Aishah Shahidah Simmons, a black lesbian feminist and award-winning producer, writer, and director of NO! The Rape Documentary, spoke about her personal experience of childhood sexual violence and its impact on her life and professional career in her lecture “Digging Up the Roots of Sexual Violence” on Wednesday.
The African and African Diaspora Studies Program sponsored the event, which was a part of the “New Directions in African and African Diaspora Lecture Series.” The series features “prominent scholars in the field of African diaspora studies,” according to its website. Five speakers are being featured during the 2017-18 academic year, and Simmons is the third lecturer to present. Her story lined up perfectly with the lecture series’ theme for this year, according to Régine Jean-Charles, associate professor of romance languages and a part of the AADS program: Arts Activism, and the Academy.

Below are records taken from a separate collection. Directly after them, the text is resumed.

"""``peaksift._png.png_bytes`` and the figure canvas's PNG writer, against independent
decoders and the PNG specification (W3C, Portable Network Graphics, 2nd edition, 2003:
signature 5.2, chunk layout and CRC-32 5.3, IHDR 11.2.2, pHYs 11.3.5.3, tEXt 11.3.4.3).

Outside references: Pillow's decoder (``Image.open(...).load()``) and Pillow's own PNG
encoding of the same array, matplotlib's ``imread``, ``zlib.crc32`` re-computed here on
each chunk.  Pixels are compared exactly (tolerance 0: PNG is lossless)."""

from __future__ import annotations

import io
import struct
import zlib

import numpy as np
import pytest
from PIL import Image

from peaksift._png import png_bytes
from peaksift._style import new_figure


def _chunks(data: bytes) -> list[tuple[bytes, bytes]]:
    """The chunks of a PNG, each CRC checked (spec 5.3: CRC-32 over type and data)."""
    assert data[:8] == b"\x89PNG\r\n\x1a\n"  # spec 5.2
    out, i = [], 8
    while i < len(data):
        (n,) = struct.unpack(">I", data[i:i + 4])
        kind, body = data[i + 4:i + 8], data[i + 8:i + 8 + n]
        (crc,) = struct.unpack(">I", data[i + 8 + n:i + 12 + n])
        assert crc == zlib.crc32(kind + body) & 0xFFFFFFFF, kind
        out.append((kind, body))
        i += 12 + n
    assert i == len(data)
    return out


def _pillow_pixels(data: bytes) -> tuple[str, np.ndarray]:
    im = Image.open(io.BytesIO(data))
    im.load()  # decodes every IDAT byte (a truncated or corrupt stream raises here)
    return im.mode, np.asarray(im)


@pytest.mark.parametrize("shape", [(1, 1, 3), (1, 1, 4), (7, 13, 3), (13, 7, 4),
                                   (2, 1, 3), (333, 517, 3), (101, 2049, 4)])
def test_pixels_decode_exactly_as_pillows_encoding(shape):
    """Random pixels (odd sizes, 1x1, a wide row): Pillow and matplotlib decode the same
    array that was written, and the same pixels as Pillow's own encoding of it."""
    rng = np.random.default_rng(20261203)
    px = rng.integers(0, 256, size=shape, dtype=np.uint8)
    data = png_bytes(px, 100.0)
    kinds = [k for k, _ in _chunks(data)]
    assert kinds[0] == b"IHDR" and kinds[-1] == b"IEND"
    assert kinds.index(b"pHYs") < kinds.index(b"IDAT")  # spec 5.6: pHYs before IDAT
    w, h, depth, ctype, comp, filt, inter = struct.unpack(">IIBBBBB", _chunks(data)[0][1])
    assert (w, h, depth, comp, filt, inter) == (shape[1], shape[0], 8, 0, 0, 0)
    assert ctype == {3: 2, 4: 6}[shape[2]]  # spec 11.2.2: truecolour, with alpha
    mode, got = _pillow_pixels(data)
    assert mode == ("RGB" if shape[2] == 3 else "RGBA")
    assert np.array_equal(got, px)
    ref = io.BytesIO()
    Image.fromarray(px).save(ref, format="png")
    assert np.array_equal(_pillow_pixels(ref.getvalue())[1], got)
    import matplotlib.image as mpimg
    assert np.array_equal(np.round(mpimg.imread(io.BytesIO(data)) * 255).astype(np.uint8), px)


def test_a_non_contiguous_view_is_written_as_its_pixels():
    """The writer's own use: the RGB channels of an RGBA buffer (a strided view)."""
    rng = np.random.default_rng(7)
    rgba = rng.integers(0, 256, size=(9, 11, 4), dtype=np.uint8)
    assert np.array_equal(_pillow_pixels(png_bytes(rgba[..., :3], 72.0))[1], rgba[..., :3])


@pytest.mark.parametrize("dpi", [72.0, 100.0, 150.0, 300.0, 96.5])
def test_dpi_as_pillow_reads_it(dpi):
    """pHYs in pixels per metre, unit 1 (spec 11.3.5.3); Pillow reads it back as dpi
    (ppm * 0.0254) within its rounding to a whole number of pixels per metre (0.0254/2
    dpi), and writes the same pHYs body for the same dpi."""
    px = np.zeros((3, 5, 3), np.uint8)
    data = png_bytes(px, dpi)
    phys = dict(_chunks(data))[b"pHYs"]
    im = Image.open(io.BytesIO(data))
    assert abs(im.info["dpi"][0] - dpi) <= 0.0254 / 2 + 1e-9
    ref = io.BytesIO()
    Image.fromarray(px).save(ref, format="png", dpi=(dpi, dpi))
    assert dict(_chunks(ref.getvalue()))[b"pHYs"] == phys


def test_text_notes_latin1_read_back_by_pillow():
    """tEXt keyword NUL text, Latin-1 (spec 11.3.4.3): a Latin-1 note reads back intact."""
    data = png_bytes(np.zeros((2, 2, 3), np.uint8), 72.0,
                     {"Software": "plain", "Comment": "Z\u00e9ro \u00b5m \u00c5"})
    im = Image.open(io.BytesIO(data))
    assert im.info["Software"] == "plain"
    assert im.info["Comment"] == "Z\u00e9ro \u00b5m \u00c5"


def _figure(transparent: bool = False):
    fig, ax = new_figure((3.1, 2.3))
    ax.plot([0, 1, 2], [0, 1, 0.5], color="C1")
    ax.set_xlabel("mass")
    if transparent:
        fig.patch.set_alpha(0.0)
        ax.patch.set_alpha(0.0)
    return fig


@pytest.mark.parametrize("kwargs", [{}, {"dpi": 57}, {"bbox_inches": "tight"},
                                    {"transparent": True}, {"dpi": 123, "bbox_inches": "tight"}])
def test_figure_png_matches_matplotlibs_agg_pixels(tmp_path, kwargs):
    """A figure saved through our canvas, to a path and to a file object, against the
    same canvas's RGBA buffer handed to Pillow (matplotlib's own route: Agg buffer ->
    Pillow), pixel for pixel; the alpha channel is dropped only when every pixel is
    opaque; the dpi is written."""
    fig = _figure(transparent=kwargs.get("transparent", False))
    path = tmp_path / "f.png"
    fig.savefig(path, **kwargs)
    buf = io.BytesIO()
    fig.savefig(buf, format="png", **kwargs)
    assert buf.getvalue() == path.read_bytes()
    ref = io.BytesIO()
    fig.savefig(ref, format="png", pil_kwargs={}, metadata={"Software": "x"}, **kwargs)
    _, want = _pillow_pixels(ref.getvalue())  # matplotlib's writer (our canvas defers)
    mode, got = _pillow_pixels(path.read_bytes())
    assert got.shape[:2] == want.shape[:2]
    if kwargs.get("transparent"):
        assert mode == "RGBA" and (want[..., 3] < 255).any()
        assert np.array_equal(got, want)
    else:
        assert mode == "RGB" and (want[..., 3] == 255).all()
        assert np.array_equal(got, want[..., :3])
    dpi = kwargs.get("dpi", fig.dpi)
    assert abs(Image.open(path).info["dpi"][0] - dpi) <= 0.0254 / 2 + 1e-9
    assert Image.open(path).info["Software"].startswith("Matplotlib version")


@pytest.mark.parametrize("fmt,magic", [("pdf", b"%PDF"), ("svg", b"<?xml")])
def test_other_formats_untouched(tmp_path, fmt, magic):
    """PDF and SVG go through matplotlib's own writers (file magic: PDF 1.7 ISO 32000-1
    7.5.2 header; SVG is XML)."""
    fig = _figure()
    fig.savefig(tmp_path / f"f.{fmt}")
    assert (tmp_path / f"f.{fmt}").read_bytes().startswith(magic)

Simmons prioritized the stories of her family’s history of racial struggle with an emphasis on the specific struggles the women of her family tree faced. She recognized their experiences with slavery and labor work, along with their perseverance despite the limitations inherent to their race and gender, as the foundation of her experience as a sexual abuse survivor.
Simmons addressed the complexities of child sexual abuse within the context of familial loyalty. Through the #LoveWITHAccountability project, which she created, she has committed her career to holding family members who commit sexual violence accountable for their actions without infringing upon the blood bond shared.
Simmons opened her lecture by addressing the extreme sensitivity necessary when talking about child sexual abuse, as well as the silence that is most often paired with such heavy concepts. She stands by her self-assigned duty to break the silence on topics usually labelled too sensitive for public ears.
“I stand before all of you with a heavy heart, ignited spirit, some mild trepidation, because what I will address is often spoken about in hushed tones, if spoken at all,” Simmons said. “When is the right time to talk about child sexual abuse? Even in our heightened contemporary awareness about sexual violence, we still do not talk about child sexual abuse, especially when it happens in families.”
She spoke about the extensive amount of time it took her to gather the strength break her silence to her family and the obstacles she faced even in her moments of honesty. She held onto her silence for decades before confessing to her grandmother with Alzheimer’s when she was on her deathbed.
“I don’t know what she absorbed,” Simmons said. “What I know is that a shift happened within me after sharing with my grandmother. I, at 32 years old, was no longer afraid of the dark at the home where I was so loved, nurtured, and repeatedly molested. It was as if my grandmother’s spirit took that burden away from me”
In her youth, Simmons’s parents were award-winning global human rights defenders who traveled often. They were aware of her abuse and did not intervene. Since then, Simmons has turned the conversation over to those who are now in the shoes she wore long ago—who remain silent out of fear. She wishes to offer the support she lacked in the time of her struggle.
Simmons’s mother remained in deep denial until 2016, when she wrote about her own story and how she had come to realize she caused her daughter bystander harm. This additional aspect of support strengthened Simmons’s endeavors to bring the topic of child sexual abuse, especially within the family, into public conversation.
“The overwhelming majority of us are taught from birth that regardless of any transgression we experience from a family member, we must protect the family at all costs,” Simmons said. “When child sexual abuse survivors break our silence about the harm we experience, too often we are not believed, too often we are accused of being mentally unstable or not caring about those who ‘love us the most.’”
Update (10/30/18, 10:47 a.m.): This story has been updated to show the AADS program’s role in bringing Simmons to campus, as well as make two corrections. #LoveWITHAccountability is not currently a movement, as this article previously stated, it is a project created by Simmons. In addition, the article initially said that Simmons’s mother spoke publicly about her role in covering up the abuse Simmons received in Simmons’s documentary, when in fact she had written about the situation before that. The article has been updated to reflect that fact.